» Exercise aim:
Lines below starting with the line with "filename tests/ui/models/balance_reading_test.cpp" and going on through the line with "Lines as balances" must be output exactly; the rest of the records must be left out.

==== Supplied data ====

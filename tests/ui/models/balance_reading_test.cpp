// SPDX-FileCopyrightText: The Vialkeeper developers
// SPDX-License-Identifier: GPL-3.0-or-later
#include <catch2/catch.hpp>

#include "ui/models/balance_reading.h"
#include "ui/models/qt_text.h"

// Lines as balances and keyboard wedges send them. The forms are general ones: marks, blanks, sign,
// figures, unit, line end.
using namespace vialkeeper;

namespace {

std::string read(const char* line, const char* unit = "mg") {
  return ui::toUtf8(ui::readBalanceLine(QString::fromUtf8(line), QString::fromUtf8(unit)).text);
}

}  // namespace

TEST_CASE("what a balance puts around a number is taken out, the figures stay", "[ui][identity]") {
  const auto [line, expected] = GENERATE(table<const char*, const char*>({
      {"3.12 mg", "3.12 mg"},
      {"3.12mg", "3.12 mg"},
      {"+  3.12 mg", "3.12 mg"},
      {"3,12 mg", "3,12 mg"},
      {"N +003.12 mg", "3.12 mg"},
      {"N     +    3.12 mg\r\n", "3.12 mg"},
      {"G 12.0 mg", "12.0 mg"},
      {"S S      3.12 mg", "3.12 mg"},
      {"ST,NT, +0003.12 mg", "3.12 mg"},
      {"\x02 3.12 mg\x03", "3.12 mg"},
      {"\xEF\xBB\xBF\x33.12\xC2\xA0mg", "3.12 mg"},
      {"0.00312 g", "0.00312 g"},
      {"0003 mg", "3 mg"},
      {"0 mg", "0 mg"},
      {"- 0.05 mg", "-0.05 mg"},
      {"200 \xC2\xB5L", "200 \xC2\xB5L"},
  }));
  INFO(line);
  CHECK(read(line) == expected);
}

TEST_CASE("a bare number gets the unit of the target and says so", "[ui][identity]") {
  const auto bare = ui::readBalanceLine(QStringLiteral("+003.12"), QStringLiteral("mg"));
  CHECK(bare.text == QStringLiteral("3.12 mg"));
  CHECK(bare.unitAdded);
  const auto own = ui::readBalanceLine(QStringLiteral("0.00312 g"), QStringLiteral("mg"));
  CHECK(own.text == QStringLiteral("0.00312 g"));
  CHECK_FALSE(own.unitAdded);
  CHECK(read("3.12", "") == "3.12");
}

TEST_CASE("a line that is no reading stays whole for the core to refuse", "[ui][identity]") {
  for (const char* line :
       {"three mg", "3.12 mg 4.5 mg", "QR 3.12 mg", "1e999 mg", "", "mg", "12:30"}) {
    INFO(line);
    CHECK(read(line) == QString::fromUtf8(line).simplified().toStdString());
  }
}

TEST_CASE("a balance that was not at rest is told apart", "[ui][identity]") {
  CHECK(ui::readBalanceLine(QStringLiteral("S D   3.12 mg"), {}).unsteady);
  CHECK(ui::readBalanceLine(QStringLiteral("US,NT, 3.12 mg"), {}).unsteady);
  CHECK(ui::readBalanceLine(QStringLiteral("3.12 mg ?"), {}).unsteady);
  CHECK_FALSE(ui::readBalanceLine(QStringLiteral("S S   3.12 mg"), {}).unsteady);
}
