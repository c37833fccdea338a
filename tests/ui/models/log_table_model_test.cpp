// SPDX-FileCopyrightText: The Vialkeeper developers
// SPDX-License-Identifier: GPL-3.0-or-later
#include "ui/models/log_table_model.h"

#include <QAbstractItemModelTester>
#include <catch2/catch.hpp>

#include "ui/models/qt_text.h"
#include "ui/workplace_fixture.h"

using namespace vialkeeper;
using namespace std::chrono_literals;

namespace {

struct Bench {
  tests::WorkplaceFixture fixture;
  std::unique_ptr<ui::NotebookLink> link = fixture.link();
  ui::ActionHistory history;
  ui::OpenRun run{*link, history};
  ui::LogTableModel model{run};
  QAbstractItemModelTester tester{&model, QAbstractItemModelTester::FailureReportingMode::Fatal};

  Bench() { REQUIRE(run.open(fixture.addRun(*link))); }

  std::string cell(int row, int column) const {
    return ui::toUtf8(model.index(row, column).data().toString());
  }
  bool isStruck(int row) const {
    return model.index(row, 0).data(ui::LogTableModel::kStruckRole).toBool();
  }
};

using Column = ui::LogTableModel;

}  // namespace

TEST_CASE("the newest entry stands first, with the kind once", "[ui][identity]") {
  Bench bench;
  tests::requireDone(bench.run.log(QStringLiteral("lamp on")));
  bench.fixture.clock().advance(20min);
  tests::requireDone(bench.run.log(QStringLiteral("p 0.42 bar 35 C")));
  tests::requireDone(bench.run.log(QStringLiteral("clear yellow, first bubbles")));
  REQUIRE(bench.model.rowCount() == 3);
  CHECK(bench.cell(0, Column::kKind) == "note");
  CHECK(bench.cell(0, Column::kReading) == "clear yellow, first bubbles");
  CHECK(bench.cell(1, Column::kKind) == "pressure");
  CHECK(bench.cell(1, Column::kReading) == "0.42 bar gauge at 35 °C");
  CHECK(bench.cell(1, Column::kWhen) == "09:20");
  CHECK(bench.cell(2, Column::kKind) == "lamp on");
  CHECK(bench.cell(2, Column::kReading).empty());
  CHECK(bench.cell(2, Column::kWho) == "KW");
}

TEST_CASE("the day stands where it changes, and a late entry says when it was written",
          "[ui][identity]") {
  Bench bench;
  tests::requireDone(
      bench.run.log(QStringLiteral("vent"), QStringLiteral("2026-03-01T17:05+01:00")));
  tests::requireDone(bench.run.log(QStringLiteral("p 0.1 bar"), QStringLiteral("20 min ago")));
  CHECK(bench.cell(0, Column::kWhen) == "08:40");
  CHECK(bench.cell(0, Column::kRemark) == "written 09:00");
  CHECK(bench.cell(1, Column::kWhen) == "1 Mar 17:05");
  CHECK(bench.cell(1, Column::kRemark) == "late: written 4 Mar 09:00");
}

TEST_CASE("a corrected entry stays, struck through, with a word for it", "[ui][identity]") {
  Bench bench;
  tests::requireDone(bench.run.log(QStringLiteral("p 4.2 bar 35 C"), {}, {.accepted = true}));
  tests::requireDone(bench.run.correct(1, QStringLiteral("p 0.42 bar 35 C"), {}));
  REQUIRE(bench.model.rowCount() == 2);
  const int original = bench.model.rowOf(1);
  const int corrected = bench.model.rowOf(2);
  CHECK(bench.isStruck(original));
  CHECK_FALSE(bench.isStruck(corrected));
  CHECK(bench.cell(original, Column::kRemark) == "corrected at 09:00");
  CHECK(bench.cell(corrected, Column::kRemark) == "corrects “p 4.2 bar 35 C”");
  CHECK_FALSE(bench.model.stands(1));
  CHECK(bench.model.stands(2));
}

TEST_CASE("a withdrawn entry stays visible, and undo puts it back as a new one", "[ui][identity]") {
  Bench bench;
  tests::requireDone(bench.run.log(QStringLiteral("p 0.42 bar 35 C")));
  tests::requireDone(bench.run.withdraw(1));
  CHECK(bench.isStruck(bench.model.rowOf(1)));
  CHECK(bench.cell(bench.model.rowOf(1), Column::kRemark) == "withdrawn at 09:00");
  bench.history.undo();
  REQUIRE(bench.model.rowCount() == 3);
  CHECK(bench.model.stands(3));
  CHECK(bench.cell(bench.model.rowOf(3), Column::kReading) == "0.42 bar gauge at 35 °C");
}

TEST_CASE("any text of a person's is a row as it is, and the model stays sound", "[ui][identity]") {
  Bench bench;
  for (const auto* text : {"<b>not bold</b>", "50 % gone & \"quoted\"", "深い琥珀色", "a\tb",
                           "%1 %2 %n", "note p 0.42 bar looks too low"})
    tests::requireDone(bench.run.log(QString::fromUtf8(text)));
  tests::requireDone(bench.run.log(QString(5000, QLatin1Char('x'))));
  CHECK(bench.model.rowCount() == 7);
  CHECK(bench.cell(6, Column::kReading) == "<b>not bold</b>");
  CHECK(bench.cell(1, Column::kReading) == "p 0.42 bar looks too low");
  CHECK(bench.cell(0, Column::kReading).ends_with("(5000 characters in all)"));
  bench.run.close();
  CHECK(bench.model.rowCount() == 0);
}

====
==== Supplied data ====

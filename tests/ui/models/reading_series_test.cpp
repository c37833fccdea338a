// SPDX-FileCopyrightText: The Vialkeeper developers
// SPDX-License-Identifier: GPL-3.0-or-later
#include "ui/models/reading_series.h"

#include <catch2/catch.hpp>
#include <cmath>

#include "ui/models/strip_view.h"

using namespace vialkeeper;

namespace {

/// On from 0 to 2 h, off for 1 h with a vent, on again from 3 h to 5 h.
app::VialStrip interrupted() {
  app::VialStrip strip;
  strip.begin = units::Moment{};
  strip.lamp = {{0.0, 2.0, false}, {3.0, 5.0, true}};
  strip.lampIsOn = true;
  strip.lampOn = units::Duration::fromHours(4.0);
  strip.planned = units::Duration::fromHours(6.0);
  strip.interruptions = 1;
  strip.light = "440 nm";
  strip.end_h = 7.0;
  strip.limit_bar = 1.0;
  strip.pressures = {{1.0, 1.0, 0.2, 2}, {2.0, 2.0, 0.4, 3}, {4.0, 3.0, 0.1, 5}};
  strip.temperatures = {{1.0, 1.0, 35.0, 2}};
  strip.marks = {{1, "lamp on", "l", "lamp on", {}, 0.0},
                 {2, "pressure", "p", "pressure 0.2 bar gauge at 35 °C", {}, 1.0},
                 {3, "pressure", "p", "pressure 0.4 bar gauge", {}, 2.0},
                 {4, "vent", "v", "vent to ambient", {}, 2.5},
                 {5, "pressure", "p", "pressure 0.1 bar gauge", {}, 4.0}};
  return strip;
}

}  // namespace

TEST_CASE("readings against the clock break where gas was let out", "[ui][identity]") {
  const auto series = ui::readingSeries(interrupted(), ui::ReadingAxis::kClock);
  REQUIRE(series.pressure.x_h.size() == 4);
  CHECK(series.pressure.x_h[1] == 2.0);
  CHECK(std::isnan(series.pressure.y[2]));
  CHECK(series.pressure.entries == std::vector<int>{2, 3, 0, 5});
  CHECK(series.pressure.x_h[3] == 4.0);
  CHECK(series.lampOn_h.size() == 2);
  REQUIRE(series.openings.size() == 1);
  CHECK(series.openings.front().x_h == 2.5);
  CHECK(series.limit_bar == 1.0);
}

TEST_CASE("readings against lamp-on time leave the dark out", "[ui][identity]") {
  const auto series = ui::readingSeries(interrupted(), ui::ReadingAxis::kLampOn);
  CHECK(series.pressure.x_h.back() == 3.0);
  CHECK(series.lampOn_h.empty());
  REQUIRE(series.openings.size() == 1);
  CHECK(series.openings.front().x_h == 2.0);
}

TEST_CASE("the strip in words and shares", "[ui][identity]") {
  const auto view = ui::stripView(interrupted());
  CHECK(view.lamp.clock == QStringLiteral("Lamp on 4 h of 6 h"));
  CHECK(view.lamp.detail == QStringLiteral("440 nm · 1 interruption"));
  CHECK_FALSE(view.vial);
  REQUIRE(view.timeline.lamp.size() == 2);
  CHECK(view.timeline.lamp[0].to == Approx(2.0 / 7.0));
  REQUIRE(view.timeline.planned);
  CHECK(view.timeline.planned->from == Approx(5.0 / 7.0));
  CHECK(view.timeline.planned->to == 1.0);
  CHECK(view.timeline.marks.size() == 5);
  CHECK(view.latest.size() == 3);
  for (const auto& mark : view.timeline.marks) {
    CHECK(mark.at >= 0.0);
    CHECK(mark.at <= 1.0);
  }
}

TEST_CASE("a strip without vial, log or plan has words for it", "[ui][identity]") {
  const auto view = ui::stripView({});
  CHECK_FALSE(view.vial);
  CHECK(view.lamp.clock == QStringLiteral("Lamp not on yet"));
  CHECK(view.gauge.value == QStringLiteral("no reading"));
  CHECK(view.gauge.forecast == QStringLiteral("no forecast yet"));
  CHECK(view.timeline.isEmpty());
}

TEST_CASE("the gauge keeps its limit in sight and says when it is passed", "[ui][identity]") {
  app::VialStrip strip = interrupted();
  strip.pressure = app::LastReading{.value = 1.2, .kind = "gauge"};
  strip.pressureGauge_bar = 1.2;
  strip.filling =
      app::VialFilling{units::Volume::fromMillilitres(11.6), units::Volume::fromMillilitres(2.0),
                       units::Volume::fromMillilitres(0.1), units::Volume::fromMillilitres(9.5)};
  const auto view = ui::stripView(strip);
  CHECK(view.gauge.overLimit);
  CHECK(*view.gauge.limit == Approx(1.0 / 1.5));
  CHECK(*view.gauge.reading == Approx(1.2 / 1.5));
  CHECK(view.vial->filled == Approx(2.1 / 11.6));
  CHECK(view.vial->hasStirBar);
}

====

» Result of the exercise:
filename tests/ui/models/balance_reading_test.cpp
// SPDX-FileCopyrightText: The Vialkeeper developers
// SPDX-License-Identifier: GPL-3.0-or-later
#include <catch2/catch.hpp>

#include "ui/models/balance_reading.h"
#include "ui/models/qt_text.h"

// Lines as balances and keyboard wedges send them. The forms are general ones: marks, blanks, sign,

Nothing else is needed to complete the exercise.